§ **What to work on**
Reproduce exactly, and only, the lines below from the one containing "# 409, never" through the one containing "the union member".

[Collection entries]
class InvalidInput(ApiProblem):
    """422 with one pointer per problem: errors = [{"pointer": "/stock/hilltop", "detail": ...}]."""

    status, slug, title = 422, "invalid-input", "Invalid input"

    def __init__(self, detail: str, errors: Sequence[tuple[str, str]]) -> None:
        super().__init__(
            detail, errors=[{"pointer": pointer, "detail": text} for pointer, text in errors]
        )


def problem_body(
    request: Request | None, status: int, slug: str, title: str, detail: str, **extensions: Any
) -> dict[str, Any]:
    body: dict[str, Any] = {
        "type": TYPE_BASE + slug,
        "title": title,
        "status": status,
        "detail": detail,
    }
    if request is not None:
        body["instance"] = request.url.path
        body["request_id"] = getattr(request.state, "request_id", None)
    body.update(extensions)
    return body


def _respond(
    request: Request,
    status: int,
    slug: str,
    title: str,
    detail: str,
    headers: dict[str, str] | None = None,
    **extensions: Any,
) -> JSONResponse:
    return JSONResponse(
        jsonable_encoder(problem_body(request, status, slug, title, detail, **extensions)),
        status_code=status,
        media_type=PROBLEM_JSON,
        headers=headers,
    )


def _pointed(errors: Sequence[tuple[str, str]]) -> dict[str, Any]:
    return {"errors": [{"pointer": pointer, "detail": what} for pointer, what in errors]}


def _stock_problems(exc: Exception) -> dict[str, Any]:
    assert isinstance(exc, StockProblemsError)
    return _pointed([(json_pointer("stock", location), what) for location, what in exc.problems])


def _input_errors(exc: Exception) -> dict[str, Any]:
    assert isinstance(exc, InputError)
    return _pointed(exc.errors)


def _query_errors(exc: Exception) -> dict[str, Any]:
    # Pointers in the form the validation handler uses for query parameters ("query:/x").
    assert isinstance(exc, PlaneError)
    return _pointed([(f"query:/{parameter}", what) for parameter, what in exc.errors])


def _not_solved(exc: Exception) -> dict[str, Any]:
    assert isinstance(exc, PolicyNotSolvedError)
    return {"criteria": exc.criteria, "job_state": exc.job_state}


def _not_ready(exc: Exception) -> dict[str, Any]:
    assert isinstance(exc, PolicyNotReadyError)
    return {"job_state": exc.job_state}


def _too_large(exc: Exception) -> dict[str, Any]:
    assert isinstance(exc, ModelTooLargeError)
    return {"states": exc.states, "pairs": exc.pairs}


def _missing(exc: Exception) -> dict[str, Any]:
    assert isinstance(exc, ClosingConflictError)
    return {} if exc.missing is None else {"missing": exc.missing}


def _history_days(exc: Exception) -> dict[str, Any]:
    assert isinstance(exc, SettingsConflictError)
    return {"days": [{"location": location, "date": day.isoformat()} for location, day in exc.days]}


def _nothing(exc: Exception) -> dict[str, Any]:
    return {}


def _missing_locations(exc: Exception) -> dict[str, Any]:
    assert isinstance(exc, PickListNotReadyError)
    return {"missing_locations": exc.missing}


# Domain error (service.errors, solver.errors) -> (status, problem type slug, the extensions
# of its body). The most specific class of an error's MRO that is listed decides, so a
# PolicyNotSolvedError is not read as the PolicyNotReadyError it also is. Titles are those of
# PROBLEM_TYPES.
PROBLEM_OF: dict[type[Exception], tuple[int, str, Callable[[Exception], dict[str, Any]]]] = {
    StockProblemsError: (422, "invalid-stock", _stock_problems),
    InvalidStockError: (422, "invalid-stock", _nothing),
    AnalysisInputError: (422, "invalid-input", _input_errors),
    PlaneError: (422, "invalid-input", _query_errors),
    UnknownNetworkError: (404, "not-found", _nothing),
    NetworkNameTakenError: (409, "conflict", _nothing),
    NothingToApplyError: (409, "conflict", _nothing),
    ConcurrentUploadError: (409, "conflict", _nothing),
    SettingsConflictError: (409, "conflict", _history_days),
    HistoryInputError: (422, "invalid-input", _input_errors),
    ClosingInputError: (422, "invalid-input", _input_errors),
    UnknownLocationError: (404, "not-found", _nothing),
    ClosingConflictError: (409, "conflict", _missing),
    UnknownJobError: (404, "not-found", _nothing),
    AnalysisCapError: (429, "rate-limited", _nothing),
    ItemUploadError: (422, "invalid-input", _input_errors),
    ClosingCountsError: (422, "invalid-input", _input_errors),
    AssortmentExistsError: (409, "conflict", _nothing),
    PickListIssuedError: (409, "conflict", _nothing),
    PickListNotReadyError: (409, "conflict", _missing_locations),
    # 409, never 503 + Retry-After: no job will produce this policy by waiting.
    PolicyNotSolvedError: (409, "policy-not-solved", _not_solved),
    PolicyNotReadyError: (503, "policy-not-ready", _not_ready),
    ModelTooLargeError: (422, "network-too-large", _too_large),
    NotUnichainError: (422, "not-unichain", _nothing),
}


def problem_for(exc: Exception) -> tuple[int, str, str, str, dict[str, Any]] | None:
    """(status, slug, title, detail, extensions) for a domain error, None for anything else.
    Shared by the handlers and by batch requests, whose items fail one by one."""
    if isinstance(exc, ApiProblem):
        return exc.status, exc.slug, exc.title, exc.detail, exc.extensions
    for kind in type(exc).__mro__:
        if kind in PROBLEM_OF:
            status, slug, extensions = PROBLEM_OF[kind]
            return status, slug, PROBLEM_TYPES[slug][0], str(exc), extensions(exc)
    return None


DOMAIN_ERRORS: tuple[type[Exception], ...] = (ApiProblem, *PROBLEM_OF)


def _body_parts(parts: list[int | str], document: Any, missing: bool) -> list[int | str]:
    """`parts` without the tags pydantic adds to `loc` for a discriminated union: a tag names
    the union member chosen (e.g. "pmf", or "weekly" before the days of a weekly value), not a
    member of the request body. Validation only descends into what the body holds, so any other
    part that is not there is a tag, except the last part of a `missing` error."""
    kept: list[int | str] = []
    node = document
    for position, part in enumerate(parts):
        in_dict = isinstance(node, dict) and part in node
        if in_dict or (isinstance(node, list) and isinstance(part, int) and 0 <= part < len(node)):
            node = node[part]
        elif missing and position == len(parts) - 1:
            node = None
        else:
            continue  # a union tag
        kept.append(part)
    return kept


def _pointer(loc: Sequence[int | str], body: Any = None, missing: bool = False) -> str:
    # FastAPI prefixes the part of the request: ("body", "stock", "hilltop").
    parts = list(loc[1:]) if loc and loc[0] in ("body", "query", "path", "header") else list(loc)
    where = loc[0] if loc and loc[0] in ("query", "path", "header") else None
    if where is None:
        parts = _body_parts(parts, body, missing)
    pointer = json_pointer(*parts)
    return f"{where}:{pointer}" if where else pointer


def install_problem_handlers(app: FastAPI) -> None:
    @app.exception_handler(RequestValidationError)
    async def validation(request: Request, exc: RequestValidationError) -> JSONResponse:
        errors = [
            {
                "pointer": _pointer(error.get("loc", ()), exc.body, error.get("type") == "missing"),
                "detail": error.get("msg", "invalid"),
            }
            for error in exc.errors()
        ]
        summary = "; ".join(f"{e['pointer']}: {e['detail']}" for e in errors)
        return _respond(
            request, 422, "invalid-input", "Invalid input", summary or "invalid", errors=errors
        )

    @app.exception_handler(StarletteHTTPException)
    async def http_error(request: Request, exc: StarletteHTTPException) -> JSONResponse:
        slug = {400: "malformed-body", 404: "not-found", 405: "method-not-allowed"}.get(
            exc.status_code, "http-error"
        )
        return _respond(
            request,
            exc.status_code,
            slug,
            str(exc.detail) if exc.status_code != 404 else "Not found",
            str(exc.detail),
            headers=getattr(exc, "headers", None),
        )

    @app.exception_handler(OperationalError)
    async def database_down(request: Request, exc: OperationalError) -> JSONResponse:
        log.error("request %s: database unavailable: %s", request.state.request_id, exc.orig)
        return _respond(
            request,
            503,
            "database-unavailable",
            "Database unavailable",
            "the database cannot be reached; try again shortly",
            headers={"Retry-After": str(RETRY_AFTER_SECONDS)},
        )

    async def domain(request: Request, exc: Exception) -> JSONResponse:
        known = problem_for(exc)
        assert known is not None
        status, slug, title, detail, extensions = known
        headers = {"Retry-After": str(RETRY_AFTER_SECONDS)} if status == 503 else None
        if isinstance(exc, ApiProblem) and exc.headers:
            headers = exc.headers
        if isinstance(exc, AnalysisCapError):
            headers = {"Retry-After": exc.retry_after}
        return _respond(request, status, slug, title, detail, headers, **extensions)

    for domain_error in DOMAIN_ERRORS:
        app.add_exception_handler(domain_error, domain)

    @app.exception_handler(Exception)
    async def bug(request: Request, exc: Exception) -> JSONResponse:
        # Runs outside the middleware stack: the request id is in request.state, but the
        # response header must be set here.
        log.exception("request %s failed", getattr(request.state, "request_id", None))
        request_id = getattr(request.state, "request_id", "unknown")
        return _respond(
            request,
            500,
            "internal-error",
            "Internal error",
            f"an internal error occurred; quote request id {request_id}",
            headers={REQUEST_ID_HEADER: request_id},
        )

§ **Task result**
    # 409, never 503 + Retry-After: no job will produce this policy by waiting.
    PolicyNotSolvedError: (409, "policy-not-solved", _not_solved),
    PolicyNotReadyError: (503, "policy-not-ready", _not_ready),
    ModelTooLargeError: (422, "network-too-large", _too_large),
    NotUnichainError: (422, "not-unichain", _nothing),
}


def problem_for(exc: Exception) -> tuple[int, str, str, str, dict[str, Any]] | None:
    """(status, slug, title, detail, extensions) for a domain error, None for anything else.
    Shared by the handlers and by batch requests, whose items fail one by one."""
    if isinstance(exc, ApiProblem):
        return exc.status, exc.slug, exc.title, exc.detail, exc.extensions
    for kind in type(exc).__mro__:
        if kind in PROBLEM_OF:
            status, slug, extensions = PROBLEM_OF[kind]
            return status, slug, PROBLEM_TYPES[slug][0], str(exc), extensions(exc)
    return None


DOMAIN_ERRORS: tuple[type[Exception], ...] = (ApiProblem, *PROBLEM_OF)


def _body_parts(parts: list[int | str], document: Any, missing: bool) -> list[int | str]:
    """`parts` without the tags pydantic adds to `loc` for a discriminated union: a tag names
    the union member chosen (e.g. "pmf", or "weekly" before the days of a weekly value), not a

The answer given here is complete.